Dataset entries:
________________________________________
The site is invented (Quarry Hill Joinery, unit 4): boards DB1 (TN-C-S origin),
DB2 (workshop, fed from DB1/5) and DB3 (TT yard cabin, fed from DB2/4). The
schedule is the job-management system's JSON, DB1's readings a meter CSV in an
invented layout (profile example-semicolon-decimal-comma), DB2/DB3 a field
logger's key=value lines. demo-site.json is the site document: the installation
once (TN-C-S, U0, Ze and PFC at the origin, the test temperature), the boards
with their facts (DB2's Zdb and PFC, fed from DB1/5; DB3 a TT cabin with its own
RA, fed from DB2/4) and the circuits, which inherit those facts instead of
repeating them (so its circuits carry no earthing, feeder, Ze, PFC or RA).
Every check shows a pass and a fail somewhere: additional protection (DB1/2
passes; the cooker DB1/7, cables concealed in the wall, has no RCD), overload
(the ring DB1/2 passes Reg. 433.1.204; the water heater DB1/4 on a B20 in an
insulated wall, method 101, does not), protective conductor (DB1/2 passes the
adiabatic check; the compressor feed DB1/10, a 1.5 mm² cpc with 16 mm² lines
on a 63 A fuse, fails it). DB1/10 names its fuse's standard only: the verdict
shows the device kind it infers.
tests/api/test_demo_data.py checks that the uploads merge into demo-site.json.

Run: python examples/demo/build.py
"""
# ruff: noqa
from pathlib import Path

HERE = Path(__file__).resolve().parent
import json
common1 = {"earthing": "TN-C-S", "nominal_voltage_v": 230, "test_temp_c": 20}
design = [
 # DB1: main consumer unit in the office block
 dict(board="DB1", circuit="1", description="Office lighting", load_type="lighting", device_kind="breaker", device_standard="BS EN 60898", device_curve="B", device_rating_a=6, device_breaking_ka=6, line_mm2=1.5, cpc_mm2=1.0, length_m=24, cable_type="twin_and_earth", reference_method="100"),
 dict(board="DB1", circuit="2", description="Office sockets ring", circuit_form="ring", socket_outlets=True, device_kind="rcbo", device_standard="BS EN 61009", device_curve="B", device_rating_a=32, device_breaking_ka=6, rcd_residual_ma=30, rcd_type="A", line_mm2=2.5, cpc_mm2=1.5, length_m=52, cable_type="twin_and_earth", reference_method="C"),
 dict(board="DB1", circuit="3", description="Kitchenette sockets ring", circuit_form="ring", socket_outlets=True, device_kind="rcbo", device_standard="BS EN 61009", device_curve="B", device_rating_a=32, device_breaking_ka=6, rcd_residual_ma=30, rcd_type="A", line_mm2=2.5, cpc_mm2=1.5, length_m=46, cable_type="twin_and_earth", reference_method="A"),
 dict(board="DB1", circuit="4", description="Water heater", device_kind="breaker", device_standard="BS EN 60898", device_curve="B", device_rating_a=20, device_breaking_ka=6, line_mm2=2.5, cpc_mm2=1.5, length_m=28, cable_type="twin_and_earth", reference_method="101"),
 dict(board="DB1", circuit="5", description="Workshop sub-main to DB2", circuit_role="distribution", device_kind="fuse", device_standard="BS 88-2", device_rating_a=63, device_breaking_ka=80, design_current_a=45, line_mm2=16, cpc_mm2=6, length_m=38, cable_type="multicore", reference_method="C"),
 dict(board="DB1", circuit="6", description="Yard floodlights", load_type="lighting", device_kind="breaker", device_standard="BS EN 60898", device_curve="B", device_rating_a=10, device_breaking_ka=6, line_mm2=1.5, cpc_mm2=1.0, length_m=60, cable_type="twin_and_earth", reference_method="C"),
 dict(board="DB1", circuit="7", description="Cooker", device_kind="breaker", device_standard="BS EN 60898", device_curve="B", device_rating_a=32, device_breaking_ka=6, line_mm2=6, cpc_mm2=2.5, length_m=14, cable_type="twin_and_earth", reference_method="C", concealed_in_wall=True),
 dict(board="DB1", circuit="8", description="Boiler spur", device_kind="breaker", device_standard="BS EN 60898", device_curve="B", device_rating_a=6, device_breaking_ka=6, line_mm2=1.5, cpc_mm2=1.0, length_m=9, cable_type="twin_and_earth", reference_method="C"),
 dict(board="DB1", circuit="9", description="Store-room sockets", socket_outlets=True, device_kind="rcbo", device_standard="BS EN 61009", device_curve="B", device_rating_a=20, device_breaking_ka=6, rcd_residual_ma=30, rcd_type="A", line_mm2=2.5, cpc_mm2=1.5, length_m=26, cable_type="twin_and_earth", reference_method="C"),
 dict(board="DB1", circuit="10", description="Compressor feed (16 mm² singles, 1.5 mm² cpc)", socket_outlets=False, device_standard="BS 88-2", device_rating_a=63, device_breaking_ka=80, line_mm2=16, cpc_mm2=1.5, length_m=28, cable_type="single_core", reference_method="B"),
 # DB2: workshop board, fed from DB1/5
 dict(board="DB2", circuit="1", description="Panel saw (three-phase)", phases=3, device_kind="breaker", device_standard="BS EN 60898", device_curve="C", device_rating_a=20, device_breaking_ka=10, design_current_a=14, line_mm2=4, cpc_mm2=2.5, length_m=22, cable_type="single_core", reference_method="B"),
 dict(board="DB2", circuit="2", description="Bench sockets", socket_outlets=True, device_kind="rcbo", device_standard="BS EN 61009", device_curve="B", device_rating_a=32, device_breaking_ka=6, rcd_residual_ma=30, rcd_type="A", design_current_a=20, line_mm2=4, cpc_mm2=1.5, length_m=30, cable_type="twin_and_earth", reference_method="C"),
 dict(board="DB2", circuit="3", description="Spray booth extract fan", device_kind="breaker", device_standard="BS EN 60898", device_curve="C", device_rating_a=16, device_breaking_ka=6, line_mm2=2.5, cpc_mm2=1.5, length_m=17, cable_type="twin_and_earth", reference_method="C"),
 dict(board="DB2", circuit="4", description="Yard cabin sub-main to DB3", circuit_role="distribution", device_kind="breaker", device_standard="BS EN 60898", device_curve="C", device_rating_a=32, device_breaking_ka=6, design_current_a=20, line_mm2=10, cpc_mm2=4, length_m=25, cable_type="multicore", reference_method="C"),
 # DB3: yard cabin, fed from DB2/4, TT with its own electrode
 dict(board="DB3", circuit="1", description="Cabin sockets", earthing="TT", socket_outlets=True, device_kind="rcbo", device_standard="BS EN 61009", device_curve="B", device_rating_a=16, device_breaking_ka=6, rcd_residual_ma=30, rcd_type="A", line_mm2=2.5, cpc_mm2=1.5, length_m=12, cable_type="twin_and_earth", reference_method="C"),
 dict(board="DB3", circuit="2", description="Cabin heater", earthing="TT", device_kind="rcbo", device_standard="BS EN 61009", device_curve="B", device_rating_a=16, device_breaking_ka=6, rcd_residual_ma=30, rcd_type="A", line_mm2=2.5, cpc_mm2=1.5, length_m=8, cable_type="twin_and_earth", reference_method="C"),
]
for d in design:
    d.setdefault("earthing", "TN-C-S")
    if d["board"] == "DB2": d["board_fed_from"] = "DB1/5"
    if d["board"] == "DB3": d["board_fed_from"] = "DB2/4"
# readings, by circuit
R = {
 ("DB1","1"): dict(r1_r2_ohm=0.74, zs_ohm=0.96, ir_test_v=500, ir_ll_mohm=">999", ir_le_mohm=">999", polarity_ok=True),
 ("DB1","2"): dict(ring_r1_ohm=0.48, ring_rn_ohm=0.49, ring_r2_ohm=0.79, r1_r2_ohm=0.33, zs_ohm=0.56, ir_test_v=500, ir_ll_mohm=">999", ir_le_mohm=">999", polarity_ok=True, rcd_trip_ms=21.4, rcd_trip_5x_ms=12.1),
 ("DB1","3"): dict(ring_r1_ohm=0.34, ring_rn_ohm=0.52, ring_r2_ohm=0.56, r1_r2_ohm=0.23, zs_ohm=0.45, ir_test_v=500, ir_ll_mohm=">999", ir_le_mohm=">999", polarity_ok=True, rcd_trip_ms=24.0),
 ("DB1","4"): dict(r1_r2_ohm=0.55, zs_ohm=0.78, ir_test_v=500, ir_ll_mohm=">999", ir_le_mohm="350", polarity_ok=True),
 ("DB1","5"): dict(r1_r2_ohm=0.16, zs_ohm=0.38, ir_test_v=500, ir_ll_mohm=">999", ir_le_mohm=">999", polarity_ok=True),
 ("DB1","6"): dict(r1_r2_ohm=1.84, zs_ohm=2.05, ir_test_v=500, ir_ll_mohm=">999", ir_le_mohm="180", polarity_ok=True),
 ("DB1","7"): dict(r1_r2_ohm=0.15, zs_ohm=0.37, ir_test_v=500, ir_ll_mohm="120", ir_le_mohm="1.4", polarity_ok=True),
 ("DB1","8"): dict(r1_r2_ohm=0.28, zs_ohm=0.49, ir_test_v=500, ir_ll_mohm=">999", ir_le_mohm=">999", polarity_ok=False),
 ("DB1","9"): dict(r1_r2_ohm=0.52, zs_ohm=1.36, ir_test_v=500, ir_ll_mohm=">999", ir_le_mohm=">999", polarity_ok=True, rcd_trip_ms=27.5),
 ("DB1","10"): dict(r1_r2_ohm=0.37, zs_ohm=0.59, ir_test_v=500, ir_ll_mohm=">999", ir_le_mohm=">999", polarity_ok=True),
 ("DB2","1"): dict(r1_r2_ohm=0.27, zs_ohm=0.65, ir_test_v=500, ir_ll_mohm=">999", ir_le_mohm=">999", polarity_ok=True),
 ("DB2","2"): dict(r1_r2_ohm=0.37, zs_ohm=0.76, ir_test_v=500, ir_ll_mohm=">999", ir_le_mohm=">999", polarity_ok=True, rcd_trip_ms=338, rcd_half_no_trip=True),
 ("DB2","3"): dict(r1_r2_ohm=0.34, zs_ohm=0.73, ir_test_v=500, ir_ll_mohm="0.62", ir_le_mohm="0.62", polarity_ok=True),
 ("DB2","4"): dict(r1_r2_ohm=0.16, zs_ohm=0.57, ir_test_v=500, ir_ll_mohm=">999", ir_le_mohm=">999", polarity_ok=True),
 ("DB3","1"): dict(r1_r2_ohm=0.24, zs_ohm=71.3, ir_test_v=500, ir_ll_mohm=">999", ir_le_mohm=">999", polarity_ok=True, rcd_trip_ms=26.0),
 ("DB3","2"): dict(r1_r2_ohm=0.17, ir_test_v=500, ir_ll_mohm=">999", ir_le_mohm=">999", polarity_ok=True),
}
# Measured once for the site, not per circuit: Ze and PFC at the origin and the test temperature
# (the logger's installation line), DB2's Zdb and PFC and DB3's electrode RA (its board lines).
ORIGIN = {"ze_ohm": 0.22, "pfc_ka": 1.04, "test_temp_c": 20}
BOARD_READINGS = {"DB2": {"zdb_ohm": 0.39, "pfc_ka": 0.61}, "DB3": {"ra_ohm": 68}}
recs=[]
for d in design:
    r = dict(d); r.update(R[(d["board"], d["circuit"])]); recs.append(r)
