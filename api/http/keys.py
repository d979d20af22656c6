"""API keys: make one (shown once), hash it, parse scopes and expiry, find one by its secret.

Invariants:
- A key is ``oht_`` + ``secrets.token_urlsafe(32)``: 32 random bytes, 256 bits
  from the OS's CSPRNG. The ``oht_`` prefix lets secret scanners and people
  recognise a leaked ohmtally key; it adds no entropy and none is claimed.
- Only ``sha256(secret)`` is stored. A slow password hash (bcrypt, scrypt,
  argon2) exists to make guessing *low-entropy* human passwords expensive; a
  256-bit random key cannot be guessed, so a fast, unsalted hash loses
  nothing and lets the look-up be one indexed equality query per request.
  A database dump therefore yields no usable key.
- :func:`find_key` looks the hash up and then compares it again with
  :func:`hmac.compare_digest`, so no comparison in our code depends on how
  many leading characters matched.
- Nothing here logs or returns the secret except :func:`create_key`'s result,
  which the caller shows once.
- An organisation is identified by its slug, chosen once when it is made (given, or
  derived from its name) and never derived again: :func:`organisation_named` finds an
  organisation by its exact slug, or by the exact name it was made with, and refuses a
  name that differs from an existing organisation's only in case or punctuation ("ACME
  Ltd" beside "Acme, Ltd.") instead of silently making both one tenant.
"""

from __future__ import annotations

import hashlib
import hmac
import re
import secrets
from dataclasses import dataclass
from datetime import datetime, timedelta

from sqlalchemy import select
from sqlalchemy.orm import Session

from api.db.models import SCOPES, ApiKey, Organisation, utcnow

__all__ = [
    "KEY_PREFIX",
    "SLUG_PATTERN",
    "CreatedKey",
    "KeySpecError",
    "create_key",
    "find_key",
    "hash_secret",
    "organisation_named",
    "parse_expiry",
    "parse_scopes",
    "slugify",
]

SLUG_PATTERN = re.compile(r"^[a-z0-9](?:[a-z0-9-]{0,62}[a-z0-9])?$")

KEY_PREFIX = "oht_"
_TOKEN_BYTES = 32  # 256 bits; the brief asks for at least 128
_DISPLAY_CHARS = 8  # "oht_" + 8 characters of the token: enough to tell keys apart in a list
_SECRET = re.compile(r"^oht_[A-Za-z0-9_-]{20,100}$")
_EXPIRY = re.compile(r"^(\d{1,5})([hdw])$")
_SLUG = re.compile(r"[^a-z0-9]+")


class KeySpecError(ValueError):
    """A scope list, expiry or organisation name that cannot be used."""


@dataclass(frozen=True, slots=True)
class CreatedKey:
    key: ApiKey
    secret: str  # shown once; never stored


def hash_secret(secret: str) -> str:
    return hashlib.sha256(secret.encode("utf-8")).hexdigest()


def parse_scopes(text: str) -> str:
    """``"read,write"`` → the canonical, ordered, comma-separated list; unknown scopes refused."""
    wanted = {s.strip().lower() for s in text.split(",") if s.strip()}
    unknown = sorted(wanted - set(SCOPES))
    if unknown or not wanted:
        raise KeySpecError(f"scopes must be a comma-separated list of {', '.join(SCOPES)}"
                        + (f"; unknown: {', '.join(unknown)}" if unknown else ""))
    return ",".join(s for s in SCOPES if s in wanted)


def parse_expiry(text: str | None, now: datetime) -> datetime | None:
    """``30d``, ``12h``, ``2w`` → the moment the key stops working; ``None``/``never`` → no expiry."""
    if text is None or text.strip().lower() in ("", "never"):
        return None
    found = _EXPIRY.match(text.strip().lower())
    if not found or int(found.group(1)) == 0:
        raise KeySpecError(f"--expires must look like 12h, 30d or 2w (or 'never'), not {text!r}")
    unit = {"h": "hours", "d": "days", "w": "weeks"}[found.group(2)]
    return now + timedelta(**{unit: int(found.group(1))})


def slugify(name: str) -> str:
    slug = _SLUG.sub("-", name.strip().lower()).strip("-")[:64].rstrip("-")
    if not slug:
        raise KeySpecError(f"an organisation needs a name with letters or digits, not {name!r}")
    return slug


def _by_slug(session: Session, slug: str) -> Organisation | None:
    return session.scalars(select(Organisation).where(Organisation.slug == slug)).first()


def organisation_named(session: Session, name: str, *, create: bool,
                       slug: str | None = None) -> Organisation | None:
    """The organisation whose slug is ``name``, or which was made with exactly this ``name``;
    with ``create``, a new one (slug ``slug`` if given, else derived from ``name``).

    ``KeySpecError`` for a name that would collide with another organisation's (equal once case
    and punctuation are set aside, or the same slug), and for a given slug that is taken or malformed.
    """
    text = name.strip()
    found = _by_slug(session, text)
    if found is not None and slug in (None, found.slug):
        return found
    others = list(session.scalars(select(Organisation).order_by(Organisation.id)))
    for other in others:
        if other.name == text and slug in (None, other.slug):
            return other  # the name it was made with, spelt the same
    if slug is not None and not SLUG_PATTERN.match(slug):
        raise KeySpecError(f"an organisation slug is 1-64 of a-z, 0-9 and '-' (not at either end), "
                           f"not {slug!r}")
    wanted = slug if slug is not None else slugify(text)
    normal = _SLUG.sub("", text.lower())
    for other in others:
        if other.slug == wanted or (normal and _SLUG.sub("", other.name.lower()) == normal):
            raise KeySpecError(f"{text!r} would collide with organisation {other.slug!r}, which exists as "
                               f"{other.name!r}: use --org {other.slug} to add a key to it, or choose "
                               "another name or slug (--org-slug)")
    if not create:
        return None
    org = Organisation(slug=wanted, name=text[:200], created_at=utcnow())
    session.add(org)
    session.flush()
    return org


def create_key(session: Session, organisation: Organisation, *, name: str, scopes: str,
               expires_at: datetime | None) -> CreatedKey:
    secret = KEY_PREFIX + secrets.token_urlsafe(_TOKEN_BYTES)
    key = ApiKey(organisation_id=organisation.id, name=name[:200],
                 prefix=secret[:len(KEY_PREFIX) + _DISPLAY_CHARS],
                 key_hash=hash_secret(secret), scopes=parse_scopes(scopes), created_at=utcnow(),
                 expires_at=expires_at)
    session.add(key)
    session.flush()
    return CreatedKey(key=key, secret=secret)


def find_key(session: Session, secret: str) -> ApiKey | None:
    """The key whose hash matches ``secret`` (usable or not), or ``None``; never raises on junk."""
    if not _SECRET.match(secret):
        return None
    wanted = hash_secret(secret)
    key = session.scalars(select(ApiKey).where(ApiKey.key_hash == wanted)).first()
    if key is None or not hmac.compare_digest(key.key_hash.encode(), wanted.encode()):
        return None
    return key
________________________________________
> [EXERCISE DIRECTIONS]: Where the word "shown" appears in a line of the entries, copy that line.

> [EXERCISE SOLUTION]:
"""API keys: make one (shown once), hash it, parse scopes and expiry, find one by its secret.
    secret: str  # shown once; never stored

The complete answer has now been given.